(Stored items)
-=-=-=-=-

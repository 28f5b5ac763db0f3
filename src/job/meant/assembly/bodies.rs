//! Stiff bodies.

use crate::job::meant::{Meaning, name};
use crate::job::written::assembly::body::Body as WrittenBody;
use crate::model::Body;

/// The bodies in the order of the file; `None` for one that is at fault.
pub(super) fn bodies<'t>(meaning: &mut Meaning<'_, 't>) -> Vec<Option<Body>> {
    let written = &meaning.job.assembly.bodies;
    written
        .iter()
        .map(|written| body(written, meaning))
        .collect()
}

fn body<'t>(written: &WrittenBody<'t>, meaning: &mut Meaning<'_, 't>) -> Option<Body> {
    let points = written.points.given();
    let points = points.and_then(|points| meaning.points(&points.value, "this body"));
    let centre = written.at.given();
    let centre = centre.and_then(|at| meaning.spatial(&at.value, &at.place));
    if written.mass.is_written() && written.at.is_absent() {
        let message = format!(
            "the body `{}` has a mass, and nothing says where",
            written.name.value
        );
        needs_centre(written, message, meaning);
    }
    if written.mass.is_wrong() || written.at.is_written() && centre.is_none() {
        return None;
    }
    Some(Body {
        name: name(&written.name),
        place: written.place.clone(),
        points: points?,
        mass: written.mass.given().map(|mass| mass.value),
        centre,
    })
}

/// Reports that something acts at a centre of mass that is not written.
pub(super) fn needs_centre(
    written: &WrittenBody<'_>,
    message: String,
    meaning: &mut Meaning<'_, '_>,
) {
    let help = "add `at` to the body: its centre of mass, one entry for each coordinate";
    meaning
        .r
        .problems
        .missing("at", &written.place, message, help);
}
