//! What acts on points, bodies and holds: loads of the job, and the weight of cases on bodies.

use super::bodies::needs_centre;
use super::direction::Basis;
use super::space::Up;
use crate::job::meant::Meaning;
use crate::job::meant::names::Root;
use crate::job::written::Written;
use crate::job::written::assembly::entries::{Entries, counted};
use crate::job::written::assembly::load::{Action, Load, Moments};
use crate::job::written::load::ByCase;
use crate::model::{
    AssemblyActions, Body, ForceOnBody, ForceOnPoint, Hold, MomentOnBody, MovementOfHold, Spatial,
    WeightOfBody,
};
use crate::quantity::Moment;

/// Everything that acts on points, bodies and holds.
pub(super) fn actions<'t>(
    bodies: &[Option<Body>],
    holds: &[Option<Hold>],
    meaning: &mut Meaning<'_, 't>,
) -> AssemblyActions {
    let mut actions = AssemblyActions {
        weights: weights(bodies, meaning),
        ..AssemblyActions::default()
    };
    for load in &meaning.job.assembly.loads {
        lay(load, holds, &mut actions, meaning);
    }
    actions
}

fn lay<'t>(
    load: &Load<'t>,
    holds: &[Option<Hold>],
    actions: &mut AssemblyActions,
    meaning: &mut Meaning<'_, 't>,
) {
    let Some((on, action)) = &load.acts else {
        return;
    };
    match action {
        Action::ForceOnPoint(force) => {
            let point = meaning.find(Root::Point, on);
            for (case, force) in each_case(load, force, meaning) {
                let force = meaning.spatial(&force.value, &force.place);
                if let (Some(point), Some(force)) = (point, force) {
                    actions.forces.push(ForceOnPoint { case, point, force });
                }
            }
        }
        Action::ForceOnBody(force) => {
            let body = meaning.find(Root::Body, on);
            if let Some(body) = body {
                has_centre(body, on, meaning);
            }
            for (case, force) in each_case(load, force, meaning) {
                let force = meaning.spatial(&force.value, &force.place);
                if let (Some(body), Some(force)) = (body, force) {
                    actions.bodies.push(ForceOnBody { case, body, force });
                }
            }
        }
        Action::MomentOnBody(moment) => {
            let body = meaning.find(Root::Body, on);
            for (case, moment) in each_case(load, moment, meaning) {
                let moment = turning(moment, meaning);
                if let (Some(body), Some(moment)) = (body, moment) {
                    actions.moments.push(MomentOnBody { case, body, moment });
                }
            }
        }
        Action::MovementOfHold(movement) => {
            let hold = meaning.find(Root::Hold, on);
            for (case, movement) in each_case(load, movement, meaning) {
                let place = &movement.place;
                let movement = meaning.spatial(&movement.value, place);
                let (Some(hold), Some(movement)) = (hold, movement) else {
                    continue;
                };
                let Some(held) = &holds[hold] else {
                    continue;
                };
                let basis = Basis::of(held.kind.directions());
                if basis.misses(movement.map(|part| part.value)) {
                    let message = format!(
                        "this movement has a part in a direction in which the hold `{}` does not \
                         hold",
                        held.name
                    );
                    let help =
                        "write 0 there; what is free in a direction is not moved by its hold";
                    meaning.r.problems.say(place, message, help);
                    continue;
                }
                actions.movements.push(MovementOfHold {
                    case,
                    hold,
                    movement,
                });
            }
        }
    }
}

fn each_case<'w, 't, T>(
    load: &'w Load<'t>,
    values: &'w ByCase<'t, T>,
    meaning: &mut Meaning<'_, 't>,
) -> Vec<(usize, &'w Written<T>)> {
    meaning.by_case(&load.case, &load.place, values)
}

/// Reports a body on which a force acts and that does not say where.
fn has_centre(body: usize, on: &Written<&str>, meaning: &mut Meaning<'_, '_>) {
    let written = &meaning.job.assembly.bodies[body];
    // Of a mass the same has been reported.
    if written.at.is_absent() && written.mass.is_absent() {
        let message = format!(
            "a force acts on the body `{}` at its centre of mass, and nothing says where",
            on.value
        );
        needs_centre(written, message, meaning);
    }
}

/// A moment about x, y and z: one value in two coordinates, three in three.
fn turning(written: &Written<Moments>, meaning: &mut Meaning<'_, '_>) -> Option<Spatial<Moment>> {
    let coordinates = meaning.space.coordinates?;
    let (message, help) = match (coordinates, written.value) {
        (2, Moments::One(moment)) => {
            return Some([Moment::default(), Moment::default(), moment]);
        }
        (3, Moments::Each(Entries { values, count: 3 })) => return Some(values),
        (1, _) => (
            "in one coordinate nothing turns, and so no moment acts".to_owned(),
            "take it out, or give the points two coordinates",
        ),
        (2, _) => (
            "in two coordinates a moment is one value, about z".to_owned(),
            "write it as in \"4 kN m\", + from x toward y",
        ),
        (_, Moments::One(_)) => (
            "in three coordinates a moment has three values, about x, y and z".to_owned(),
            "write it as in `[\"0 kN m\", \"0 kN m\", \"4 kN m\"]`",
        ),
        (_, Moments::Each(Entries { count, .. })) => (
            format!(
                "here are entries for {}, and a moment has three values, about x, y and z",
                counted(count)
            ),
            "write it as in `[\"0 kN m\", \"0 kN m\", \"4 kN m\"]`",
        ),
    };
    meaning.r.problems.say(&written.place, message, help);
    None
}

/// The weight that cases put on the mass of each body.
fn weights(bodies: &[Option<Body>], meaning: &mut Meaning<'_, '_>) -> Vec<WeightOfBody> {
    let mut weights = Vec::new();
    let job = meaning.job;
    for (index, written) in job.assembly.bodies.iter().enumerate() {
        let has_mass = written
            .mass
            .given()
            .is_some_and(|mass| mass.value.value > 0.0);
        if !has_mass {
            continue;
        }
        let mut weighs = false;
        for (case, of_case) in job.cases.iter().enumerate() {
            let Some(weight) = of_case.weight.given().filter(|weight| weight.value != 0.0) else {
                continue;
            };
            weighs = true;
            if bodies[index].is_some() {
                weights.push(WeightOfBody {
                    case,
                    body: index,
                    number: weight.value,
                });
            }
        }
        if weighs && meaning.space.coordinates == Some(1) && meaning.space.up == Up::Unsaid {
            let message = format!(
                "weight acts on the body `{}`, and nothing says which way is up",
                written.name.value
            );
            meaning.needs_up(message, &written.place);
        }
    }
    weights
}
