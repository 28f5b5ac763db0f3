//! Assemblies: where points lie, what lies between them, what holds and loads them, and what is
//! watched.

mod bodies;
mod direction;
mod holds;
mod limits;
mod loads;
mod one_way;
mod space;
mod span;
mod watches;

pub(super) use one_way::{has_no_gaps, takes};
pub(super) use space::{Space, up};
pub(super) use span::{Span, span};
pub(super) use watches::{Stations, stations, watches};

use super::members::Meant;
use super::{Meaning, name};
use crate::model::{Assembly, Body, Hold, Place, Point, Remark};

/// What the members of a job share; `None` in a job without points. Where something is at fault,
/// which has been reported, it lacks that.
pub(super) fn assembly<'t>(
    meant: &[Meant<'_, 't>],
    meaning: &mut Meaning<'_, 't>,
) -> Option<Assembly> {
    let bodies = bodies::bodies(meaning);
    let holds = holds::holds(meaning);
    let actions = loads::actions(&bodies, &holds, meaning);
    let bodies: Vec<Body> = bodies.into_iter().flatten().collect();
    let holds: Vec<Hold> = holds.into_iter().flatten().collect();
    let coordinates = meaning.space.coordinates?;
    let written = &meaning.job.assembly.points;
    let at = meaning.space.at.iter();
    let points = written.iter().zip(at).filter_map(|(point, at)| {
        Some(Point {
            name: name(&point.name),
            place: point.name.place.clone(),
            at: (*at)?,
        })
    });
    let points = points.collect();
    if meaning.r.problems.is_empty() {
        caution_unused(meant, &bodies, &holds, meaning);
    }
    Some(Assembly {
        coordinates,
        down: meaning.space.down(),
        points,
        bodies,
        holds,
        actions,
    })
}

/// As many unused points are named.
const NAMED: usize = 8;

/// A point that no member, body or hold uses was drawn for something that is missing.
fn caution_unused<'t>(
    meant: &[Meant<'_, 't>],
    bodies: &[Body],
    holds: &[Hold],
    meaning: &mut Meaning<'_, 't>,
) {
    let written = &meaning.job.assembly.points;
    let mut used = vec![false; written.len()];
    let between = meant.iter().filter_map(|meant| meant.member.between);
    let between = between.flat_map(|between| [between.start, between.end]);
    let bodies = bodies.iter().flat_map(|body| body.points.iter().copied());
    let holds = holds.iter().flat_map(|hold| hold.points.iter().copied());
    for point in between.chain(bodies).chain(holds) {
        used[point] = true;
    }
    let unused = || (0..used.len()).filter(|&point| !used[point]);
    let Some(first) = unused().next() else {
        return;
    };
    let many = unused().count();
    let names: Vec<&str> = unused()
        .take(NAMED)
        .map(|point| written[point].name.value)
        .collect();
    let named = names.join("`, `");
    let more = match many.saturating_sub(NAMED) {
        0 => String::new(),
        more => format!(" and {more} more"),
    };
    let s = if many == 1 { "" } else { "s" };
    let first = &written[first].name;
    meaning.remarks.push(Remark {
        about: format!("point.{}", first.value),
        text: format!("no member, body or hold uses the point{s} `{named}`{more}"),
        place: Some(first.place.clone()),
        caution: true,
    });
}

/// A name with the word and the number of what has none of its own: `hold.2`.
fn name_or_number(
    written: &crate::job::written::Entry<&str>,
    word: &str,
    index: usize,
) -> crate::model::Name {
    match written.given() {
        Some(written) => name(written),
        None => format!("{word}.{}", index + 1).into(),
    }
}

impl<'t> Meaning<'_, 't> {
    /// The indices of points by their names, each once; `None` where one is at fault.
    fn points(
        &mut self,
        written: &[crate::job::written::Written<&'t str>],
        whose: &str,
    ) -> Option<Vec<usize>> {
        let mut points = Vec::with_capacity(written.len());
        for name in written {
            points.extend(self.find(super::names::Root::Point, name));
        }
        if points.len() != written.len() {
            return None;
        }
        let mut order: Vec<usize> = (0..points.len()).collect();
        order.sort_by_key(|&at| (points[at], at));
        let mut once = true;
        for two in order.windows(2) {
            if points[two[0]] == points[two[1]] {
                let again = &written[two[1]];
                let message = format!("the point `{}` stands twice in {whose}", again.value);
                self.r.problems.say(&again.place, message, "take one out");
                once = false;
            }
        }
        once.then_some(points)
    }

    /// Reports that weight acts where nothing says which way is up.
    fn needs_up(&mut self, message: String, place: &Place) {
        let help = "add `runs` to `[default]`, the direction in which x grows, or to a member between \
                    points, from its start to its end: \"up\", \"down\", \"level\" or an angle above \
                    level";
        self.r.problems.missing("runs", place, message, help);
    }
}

-=-=-=-=-

Requirement. Copy each line, exactly, that falls between the line containing "stands twice in" and the end of the entries, both included.

Answer space.
                let message = format!("the point `{}` stands twice in {whose}", again.value);
                self.r.problems.say(&again.place, message, "take one out");
                once = false;
            }
        }
        once.then_some(points)
    }

    /// Reports that weight acts where nothing says which way is up.
    fn needs_up(&mut self, message: String, place: &Place) {
        let help = "add `runs` to `[default]`, the direction in which x grows, or to a member between \
                    points, from its start to its end: \"up\", \"down\", \"level\" or an angle above \
                    level";
        self.r.problems.missing("runs", place, message, help);
    }
}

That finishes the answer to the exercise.